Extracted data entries
/**
 * Benchmark: the data review of one stack for a month. Stores an invented month of 1-minute
 * readings for the eight channels of the demo stack (8 × 43,200 = 345,600 rows, inserted set-based
 * as a committed import leaves them), computes its hourly results as the import commit does (and
 * prints that time next to a plain aggregate query over the same rows, the baseline of this run),
 * then starts the API on a loopback port and sends a bounded number of review requests one after
 * the other, each a full 200 answer read and decoded as a browser would (JSON.parse), printing
 * p50/p95/max latency (goal: p95 < 50 ms). The machine may be shared: between review requests it
 * also times `GET /api/health` (public, one query) and `GET /api/me` (signed in, same session and
 * transaction pipeline as the review), so the ratio to those says more than the bare figure.
 * The first review after the hourly results were written builds the month documents the later
 * ones read (modules/review/review.repo.ts); its time is printed apart.
 * Conditional requests (If-None-Match → 304) are timed apart and do not count in the p95.
 *
 * Starts its own private cluster (port 54348, fresh data folder, migrated here) and stops it at
 * the end, so it runs on a fresh machine: `npm run bench review`, or
 *
 *   node --import tsx test/bench/review.bench.ts [requests]
 */
import { spawnSync } from 'node:child_process';
import type { AddressInfo } from 'node:net';
import type { Knex } from 'knex';

const REQUESTS = Math.max(20, Math.min(2000, Number(process.argv[2] ?? 200)));
const WARM_UP = 10;
const CONDITIONAL_REQUESTS = 20;
const MONTH_FROM = Date.UTC(2026, 9, 31, 23); // 2026-11-01 00:00 Europe/Berlin
const MONTH_TO = Date.UTC(2026, 10, 30, 23); // 2026-12-01 00:00 Europe/Berlin

const port = process.env.FL_BENCH_REVIEW_PG_PORT ?? '54348';
const pgEnv = { ...process.env, FL_PG_PORT: port, FL_PG_FRESH: '1', FL_PG_FSYNC: process.env.FL_PG_FSYNC ?? 'on' };

function pgScript(command: 'start' | 'stop' | 'url'): string {
  const result = spawnSync('bash', ['infra/pg.sh', command], { env: pgEnv, encoding: 'utf8' });
  if (result.status !== 0) throw new Error(`infra/pg.sh ${command} failed: ${result.stderr}`);
  return result.stdout;
}

/** Per-parameter level and amplitude of the invented signal (units of the demo channels). */
const SIGNAL: Record<string, [number, number]> = {
  NOx: [70, 15],
  CO: [20, 10],
  SO2: [5, 2],
  O2: [4, 0.8],
  H2O: [17, 1.5],
  flow: [52_000, 6_000],
  temperature: [140, 8],
  load: [38, 6],
};

type Fixtures = typeof import('../../apps/api/src/test-support/fixtures');

async function storeMonth(
  fixtures: Fixtures,
  owner: Knex,
  tenantId: string,
  userId: string,
  channelIds: Record<string, string>,
): Promise<number> {
  await owner.raw("select ensure_month_partition('readings', '2026-11-01')");
  let rows = 0;
  for (const [parameter, channelId] of Object.entries(channelIds)) {
    const [level, amplitude] = SIGNAL[parameter] ?? [1, 0];
    // A daily cycle plus a deterministic ripple; a calibration hour every day at 06:00 UTC.
    const result = await fixtures.asOwnerInTenant(owner, tenantId, (trx) =>
      trx.raw(
        `insert into readings (tenant_id, channel_id, t, value, status, created_by)
         select ?, ?, g.t,
                ? + ? * sin(extract(epoch from g.t) / 13751.0) + ? * 0.1 * sin(extract(epoch from g.t) / 97.0),
                case when extract(hour from g.t at time zone 'UTC') = 6 and extract(minute from g.t) < 20 then 'calibration' else 'valid' end,
                ?
           from generate_series(?::timestamptz, ?::timestamptz - interval '1 minute', interval '1 minute') as g(t)`,
        [tenantId, channelId, level, amplitude, amplitude, userId, new Date(MONTH_FROM).toISOString(), new Date(MONTH_TO).toISOString()],
      ),
    );
    rows += result.rowCount ?? 0;
  }
  return rows;
}

function cookieHeader(jar: Map<string, string>): string {
  return [...jar].map(([k, v]) => `${k}=${v}`).join('; ');
}

function remember(jar: Map<string, string>, res: Response): void {
  for (const c of res.headers.getSetCookie()) {
    const [pair] = c.split(';');
    const at = pair!.indexOf('=');
    jar.set(pair!.slice(0, at).trim(), pair!.slice(at + 1));
  }
}

function percentile(sorted: readonly number[], p: number): number {
  return sorted[Math.min(sorted.length - 1, Math.ceil((p / 100) * sorted.length) - 1)]!;
}

/** Latencies of one kind of request, in ms. */
class Timings {
  readonly ms: number[] = [];
  add(ms: number): void {
    this.ms.push(ms);
  }
  stats(): { p50: number; p95: number; max: number } {
    const sorted = [...this.ms].sort((a, b) => a - b);
    return { p50: percentile(sorted, 50), p95: percentile(sorted, 95), max: sorted[sorted.length - 1]! };
  }
  line(): string {
    const s = this.stats();
    return `p50 ${s.p50.toFixed(1)} ms, p95 ${s.p95.toFixed(1)} ms, max ${s.max.toFixed(1)} ms`;
  }
}

/** One request, its body read and (when JSON) decoded, timed. */
async function timed(url: string, headers: Record<string, string>, expectStatus: number): Promise<{ ms: number; bytes: number; res: Response }> {
  const t0 = performance.now();
  const res = await fetch(url, { headers });
  const text = await res.text();
  if (text && (res.headers.get('content-type') ?? '').includes('json')) JSON.parse(text);
  const ms = performance.now() - t0;
  if (res.status !== expectStatus) throw new Error(`${url} answered ${res.status} (expected ${expectStatus}): ${text.slice(0, 300)}`);
  return { ms, bytes: Buffer.byteLength(text), res };
}

async function main(): Promise<void> {
  pgScript('start');
  try {
    for (const line of pgScript('url').trim().split('\n')) {
      const at = line.indexOf('=');
      process.env[line.slice(0, at)] = line.slice(at + 1);
    }
    process.env.NODE_ENV = 'test';
    process.env.LOG_LEVEL = 'silent';
    await run();
  } finally {
    pgScript('stop');
  }
}

async function run(): Promise<void> {
  // Loaded after the environment points at the private cluster.
  const { default: knex } = await import('knex');
  const { knexConfig } = await import('../../knexfile');
  const { createDemoStack } = await import('../../apps/api/src/modules/imports/import-fixtures');
  const { CreateLimitBody } = await import('../../apps/api/src/modules/permits/limits.schemas');
  const limits = await import('../../apps/api/src/modules/permits/limits.service');
  const { recomputeForReadings } = await import('../../apps/api/src/modules/results/results.service');
  const { asMember } = await import('../../apps/api/src/modules/sites/setup-fixtures');
  const fixtures = await import('../../apps/api/src/test-support/fixtures');
  const { createOwnerDb, createTestApp } = await import('../../apps/api/src/test-support/test-app');

  const migrator = knex(knexConfig);
  await migrator.migrate.latest();
  await migrator.destroy();

  const t = createTestApp();
  const owner = createOwnerDb();
  try {
    const org = await fixtures.createOrganisation(owner, { name: 'Bench review' });
    const stack = await createDemoStack(t.db, org, 'Bench Works');
    await asMember(t.db, org, 'officer', async (ctx) => {
      const permitId = (await ctx.db('permits').where({ tenant_id: org.id }).first('id')).id as string;
      for (const body of [
        { stackId: stack.stackId, pollutant: 'NOx', elv: 100, unit: 'mg/Nm3', referenceO2Percent: 3, period: 'month', confidenceIntervalPercent: 20 },
        { stackId: stack.stackId, pollutant: 'NOx', elv: 100, unit: 'mg/Nm3', referenceO2Percent: 3, period: 'hour', criterion: { type: 'share_of_periods', factor: 2, share: 0.95 }, confidenceIntervalPercent: 20 },
        { stackId: stack.stackId, pollutant: 'CO', elv: 100, unit: 'mg/Nm3', referenceO2Percent: 3, period: 'day', criterion: { type: 'every_period', factor: 1.1 }, confidenceIntervalPercent: 10 },
        { stackId: stack.stackId, pollutant: 'SO2', elv: 35, unit: 'mg/Nm3', referenceO2Percent: 3, period: 'rolling_days', periodLength: 30 },
        { stackId: stack.stackId, pollutant: 'NOx', elv: 40, unit: 'kg/h', period: 'day' },
      ]) {
        await limits.createLimit(ctx, permitId, CreateLimitBody.parse(body));
      }
    });

    let started = performance.now();
    const rows = await storeMonth(fixtures, owner, org.id, org.users.officer.id, stack.channelIds);
    console.log(`stored ${rows.toLocaleString('en')} readings (8 channels, one month of 1-minute data) in ${(performance.now() - started).toFixed(0)} ms`);

    started = performance.now();
    await asMember(t.db, org, 'officer', (ctx) =>
      recomputeForReadings(ctx, { channelIds: Object.values(stack.channelIds), from: new Date(MONTH_FROM), to: new Date(MONTH_TO) }),
    );
    const recomputeMs = performance.now() - started;
    started = performance.now();
    await asMember(t.db, org, 'officer', (ctx) =>
      ctx.db.raw(
        `select channel_id, date_trunc('hour', t) as h, avg(value) filter (where status = 'valid'), count(*)
           from readings where tenant_id = ? and t >= ? and t < ? and superseded_at is null group by 1, 2`,
        [org.id, new Date(MONTH_FROM).toISOString(), new Date(MONTH_TO).toISOString()],
      ),
    );
    const baselineMs = performance.now() - started;
    console.log(
      `hourly results (8 channels, 6 limits, 720 h) computed in ${recomputeMs.toFixed(0)} ms; ` +
        `plain SQL hourly aggregate of the same rows ${baselineMs.toFixed(0)} ms (ratio ${(recomputeMs / baselineMs).toFixed(2)}×)`,
    );

    const server = t.app.listen(0, '127.0.0.1');
    await new Promise<void>((resolve) => server.once('listening', () => resolve()));
    const base = `http://127.0.0.1:${(server.address() as AddressInfo).port}`;
    try {
      const jar = new Map<string, string>();
      remember(jar, await fetch(`${base}/api/auth/csrf`));
      const login = await fetch(`${base}/api/auth/login`, {
        method: 'POST',
        headers: { 'content-type': 'application/json', cookie: cookieHeader(jar), 'x-xsrf-token': decodeURIComponent(jar.get('XSRF-TOKEN') ?? '') },
        body: JSON.stringify({ email: org.users.officer.email, password: org.users.officer.password }),
      });
      if (login.status !== 200) throw new Error(`sign-in failed: ${login.status} ${await login.text()}`);
      remember(jar, login);
      const signedIn = { cookie: cookieHeader(jar) };

      const url = `${base}/api/stacks/${stack.stackId}/review?from=2026-11-01&to=2026-12-01`;
      const review = new Timings();
      const health = new Timings();
      const me = new Timings();
      let bytes = 0;
      let etag: string | null = null;
      let firstMs = 0;
      // Interleaved, so a burst of load from elsewhere on the machine hits all three alike.
      for (let i = 0; i < WARM_UP + REQUESTS; i++) {
        const r = await timed(url, signedIn, 200);
        const h = await timed(`${base}/api/health`, {}, 200);
        const m = await timed(`${base}/api/me`, signedIn, 200);
        if (i === 0) firstMs = r.ms;
        if (i < WARM_UP) continue;
        review.add(r.ms);
        health.add(h.ms);
        me.add(m.ms);
        bytes = r.bytes;
        etag = r.res.headers.get('etag');
      }
      const p95 = review.stats().p95;
      console.log(`first review after the hourly results were written (builds the month documents it reads, not counted below): ${firstMs.toFixed(1)} ms`);
      console.log(`GET /api/health × ${REQUESTS}: ${health.line()}`);
      console.log(`GET /api/me × ${REQUESTS}: ${me.line()}`);
      console.log(
        `GET review (one stack, one month, ${(bytes / 1024).toFixed(0)} KiB, full 200 answers) × ${REQUESTS}: ${review.line()} ` +
          `(goal p95 < 50 ms: ${p95 < 50 ? 'met' : 'NOT met'}; p95 ${(p95 / me.stats().p95).toFixed(1)}× that of /api/me, ` +
          `${(p95 / health.stats().p95).toFixed(1)}× that of /api/health)`,
      );
      // Only our own strong tag promises a 304 (Express's weak body hash is computed after the work).
      if (etag && !etag.startsWith('W/')) {
        const conditional = new Timings();
        for (let i = 0; i < CONDITIONAL_REQUESTS; i++) conditional.add((await timed(url, { ...signedIn, 'if-none-match': etag }, 304)).ms);
        console.log(`GET review with If-None-Match (304, not counted above) × ${CONDITIONAL_REQUESTS}: ${conditional.line()}`);
      }
    } finally {
      await new Promise<void>((resolve) => server.close(() => resolve()));
    }
  } finally {
    await t.close();
    await owner.destroy();
  }
}

main().catch((error: unknown) => {
  console.error(error);
  process.exit(1);
});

* **Problem details**
Go through the data above and find the lines with the word "type". Copy each of those lines.

* **Completed task**
import type { AddressInfo } from 'node:net';
import type { Knex } from 'knex';
type Fixtures = typeof import('../../apps/api/src/test-support/fixtures');
  if (text && (res.headers.get('content-type') ?? '').includes('json')) JSON.parse(text);
        { stackId: stack.stackId, pollutant: 'NOx', elv: 100, unit: 'mg/Nm3', referenceO2Percent: 3, period: 'hour', criterion: { type: 'share_of_periods', factor: 2, share: 0.95 }, confidenceIntervalPercent: 20 },
        { stackId: stack.stackId, pollutant: 'CO', elv: 100, unit: 'mg/Nm3', referenceO2Percent: 3, period: 'day', criterion: { type: 'every_period', factor: 1.1 }, confidenceIntervalPercent: 10 },
        headers: { 'content-type': 'application/json', cookie: cookieHeader(jar), 'x-xsrf-token': decodeURIComponent(jar.get('XSRF-TOKEN') ?? '') },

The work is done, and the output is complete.